In High School we used to sit in the dark and listen to Floyd. Maybe I was stoned (although in that case I usually preferred The Doors or Hendrix). We watched the Wall thinking it was deep.

I later reacted against all of that, although I've retained my respect for Zeppelin and Hendrix, Zeppelin in particular.

The best thing about Pink Floyd is that it inspired this reggae cover of Dark Side of the Moon:






I've read it's "Wizard of Oz" compliant, although I've not verified that myself.


----------



## jackmccullough (May 10, 2006)

I should point out that many of the comments on this thread are not only off-topic, but they are also needlessly insulting to other Forum members and not befitting the tone of discourse to which we should aspire.


----------



## tocqueville (Nov 15, 2009)

Acme said:


> It isn't any more difficult than listing items here, once you get set up. However, you would need to spend an hour or so creating an eBay account, and also creating a PayPal account so you can receive payments.


It is fairly easy. There are plenty of people here who can help.
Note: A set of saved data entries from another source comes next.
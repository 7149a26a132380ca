/* bench_engine.c - wall-clock time and peak memory of the correlator engine.
 *
 * Usage:  bench_engine psi G   all <tau_d>_G with every d_i >= 2 (all n), one fresh table
 *         bench_engine wp G    V_{G,0}: int_{Mbar_G} kappa_1^{3G-3}/(3G-3)! via pf_integral
 *         bench_engine         every case (psi G=2..12, wp G=2..10), one child process per case
 * One process per case makes the peak RSS (getrusage ru_maxrss) meaningful per case.
 * Output columns: mode, g, count (correlators resp. multiset partitions), memo entries, seconds,
 * peak MiB, value (psi: the sum of all the correlators, as a double checksum; wp: the exact
 * rational, followed by the coefficient c in V_{G,0} = c pi^(6G-6) of the plain integral).
 */
#define _POSIX_C_SOURCE 200809L
#include <stdio.h>
#include <stdlib.h>
#include <string.h>
#include <time.h>
#include <sys/resource.h>
#include <sys/types.h>
#include <sys/wait.h>
#include <unistd.h>
#include <flint/fmpq.h>
#include "correlators/pushforward.h"

/* Seconds elapsed since t0 on the monotonic clock.
   Monotonic, so wall-clock adjustments cannot distort timings. */
static double bench_seconds_since(const struct timespec *t0)
{
    struct timespec t1;
    clock_gettime(CLOCK_MONOTONIC, &t1);
    return (double) (t1.tv_sec - t0->tv_sec) + 1e-9 * (double) (t1.tv_nsec - t0->tv_nsec);
}

/* Peak resident set size of this process in MiB.
   Linux reports ru_maxrss in KiB. */
static double bench_peak_mib(void)
{
    struct rusage ru;
    getrusage(RUSAGE_SELF, &ru);
    return (double) ru.ru_maxrss / 1024.0;
}

/* Accumulator for the psi sweep: table, running sum, count, first error. */
typedef struct {
    wk_table *T;
    fmpq_t sum;
    long count;
    int status;
} bench_psi_acc;

/* Evaluates every non-increasing d[i..n-1] with parts in [2, cap+2] summing to rem + 2(n-i).
   Adds each value to A->sum and keeps the first engine error in A->status. */
static void bench_psi_rec(bench_psi_acc *A, slong g, slong *d, slong n, slong i, slong rem, slong cap)
{
    slong v;
    if (i == n) {
        fmpq_t r;
        fmpq_init(r);
        if (rem == 0) {
            int st = wk_table_correlator(r, A->T, g, d, n);
            A->status = A->status ? A->status : st;
            fmpq_add(A->sum, A->sum, r);
            A->count++;
        }
        fmpq_clear(r);
        return;
    }
    for (v = (rem < cap ? rem : cap); v >= 0 && v * (n - i) >= rem; v--) {
        d[i] = v + 2;
        bench_psi_rec(A, g, d, n, i + 1, rem - v, v);
    }
}

/* Case "psi": all <tau_d>_g with every d_i >= 2, in one fresh table; prints one row.
   n ranges over 1..3g-3 since sum d = 3g-3+n >= 2n.  Returns the first engine error. */
static int bench_psi(slong g)
{
    bench_psi_acc A;
    struct timespec t0;
    slong n, d[64];
    double secs;
    A.T = wk_table_new();
    fmpq_init(A.sum);
    A.count = 0;
    A.status = WK_OK;
    clock_gettime(CLOCK_MONOTONIC, &t0);
    for (n = 1; n <= 3 * g - 3; n++)
        bench_psi_rec(&A, g, d, n, 0, 3 * g - 3 - n, 3 * g - 3 - n);
    secs = bench_seconds_since(&t0);
    printf("psi  %3ld  %8ld  %9ld  %9.3f  %8.1f  %.6e%s\n", (long) g, A.count,
           (long) wk_table_entries(A.T), secs, bench_peak_mib(), fmpq_get_d(A.sum),
           A.status ? "  (engine error)" : "");
    fmpq_clear(A.sum);
    wk_table_free(A.T);
    return A.status;
}

/* Case "wp": int_{Mbar_g} kappa_1^{3g-3}/(3g-3)! in one fresh table; prints one row with
   the rational and the pi^(6g-6) coefficient of V_{g,0}.  Returns the engine status. */
static int bench_wp(slong g)
{
    wk_table *T = wk_table_new();
    slong km[2] = {0, 3 * g - 3};
    struct timespec t0;
    fmpq_t v;
    fmpz_t f;
    int st;
    double secs;
    fmpq_init(v);
    fmpz_init(f);
    clock_gettime(CLOCK_MONOTONIC, &t0);
    st = pf_integral(v, T, g, NULL, 0, km, 1);
    fmpz_fac_ui(f, (ulong) (3 * g - 3));
    fmpq_div_fmpz(v, v, f);
    secs = bench_seconds_since(&t0);
    printf("wp   %3ld  %8.0f  %9ld  %9.3f  %8.1f  ", (long) g, pf_estimate_terms(km, 1),
           (long) wk_table_entries(T), secs, bench_peak_mib());
    fmpq_print(v);
    fmpz_one(f);
    fmpz_mul_2exp(f, f, (ulong) (3 * g - 3));
    fmpq_mul_fmpz(v, v, f);
    printf("  V=");
    fmpq_print(v);
    printf("%s\n", st ? "  (engine error)" : "");
    fmpq_clear(v);
    fmpz_clear(f);
    wk_table_free(T);
    return st;
}

/* Runs one case in a child process so that its peak memory is measured alone.
   Falls back to running in-process if fork fails; returns nonzero on any failure. */
static int bench_fork_case(int (*fn)(slong), slong g)
{
    int status = 0;
    pid_t pid;
    fflush(stdout);
    pid = fork();
    if (pid < 0)
        return fn(g);
    if (pid == 0) {
        int st = fn(g);
        fflush(stdout);
        flint_cleanup();
        _exit(st ? 1 : 0);
    }
    if (waitpid(pid, &status, 0) < 0 || !WIFEXITED(status))
        return 1;
    return WEXITSTATUS(status);
}

/* Parses the genus argument.
   Returns -1 when it is not an integer in [2, 30]. */
static slong bench_parse_genus(const char *s)
{
    char *end;
    long g = strtol(s, &end, 10);
    return (end == s || *end != '\0' || g < 2 || g > 30) ? -1 : (slong) g;
}

int main(int argc, char **argv)
{
    slong g;
    int bad = 0;
    printf("mode   g     count    entries    seconds  peak_MiB  value\n");
    if (argc == 1) {
        for (g = 2; g <= 12; g++)
            bad |= bench_fork_case(bench_psi, g);
        for (g = 2; g <= 10; g++)
            bad |= bench_fork_case(bench_wp, g);
        return bad;
    }
    g = argc == 3 ? bench_parse_genus(argv[2]) : -1;
    if (g < 0 || (strcmp(argv[1], "psi") != 0 && strcmp(argv[1], "wp") != 0)) {
        fprintf(stderr, "usage: %s [psi|wp G]   (2 <= G <= 30)\n", argv[0]);
        return 2;
    }
    bad = strcmp(argv[1], "psi") == 0 ? bench_psi(g) : bench_wp(g);
    flint_cleanup();
    return bad ? 1 : 0;
}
The down side of selling on Ebay is that Ebay will charge a small amount after the sale is made.


----------



## Shaver (May 2, 2012)

jackmccullough said:


> I should point out that many of the comments on this thread are not only off-topic, but they are also needlessly insulting to other Forum members and not befitting the tone of discourse to which we should aspire.


Pink Floyd are forum members?! In which case I extend my sincerest apologies to you, David and Roger.


----------



## L-feld (Dec 3, 2011)

Maybe you can trade them for some Rush Limbaugh ties. 

Sent from my SCH-I535 using Tapatalk 2


----------



## drlivingston (Jun 21, 2012)

L-feld said:


> Maybe you can trade them for some Rush Limbaugh ties.
> 
> Sent from my SCH-I535 using Tapatalk 2


Good one, L-feld... (Unfortunately, Limbaughs were the next variety that I intended to cull.)


----------



## tocqueville (Nov 15, 2009)

Isn't there a John Lennon clothing brand? I find that really odd. Think what we want of Garcia and his ties, it was his artwork. His pursuit. The Lennon stuff?


----------



## drlivingston (Jun 21, 2012)

When you have a collection of ties like mine, you end up with ALL typed of weird ties. I own many John Lennon, The Beatles, and even a Patridge Family tie that is every bit of 5-1/2 inches wide. I tied it in a windsor knot one day at it looked like a ceremonial flag folded up and placed under my collar.


----------



## Jovan (Mar 7, 2006)

Shaver said:


> Pink Floyd en precis: overly earnest baroque pseudo intellectual twaddle which does not, as it believes, transcend it's genre but instead insults it via it's pretension to be other. Album covers designed to roll joints on and the faintly amusing approximation of surrealist imagery to be considered meaningful to a spliff-addled mind. The music involves plenty of stereo panning to impress the sensibilities of an altered state achieved by marijuana.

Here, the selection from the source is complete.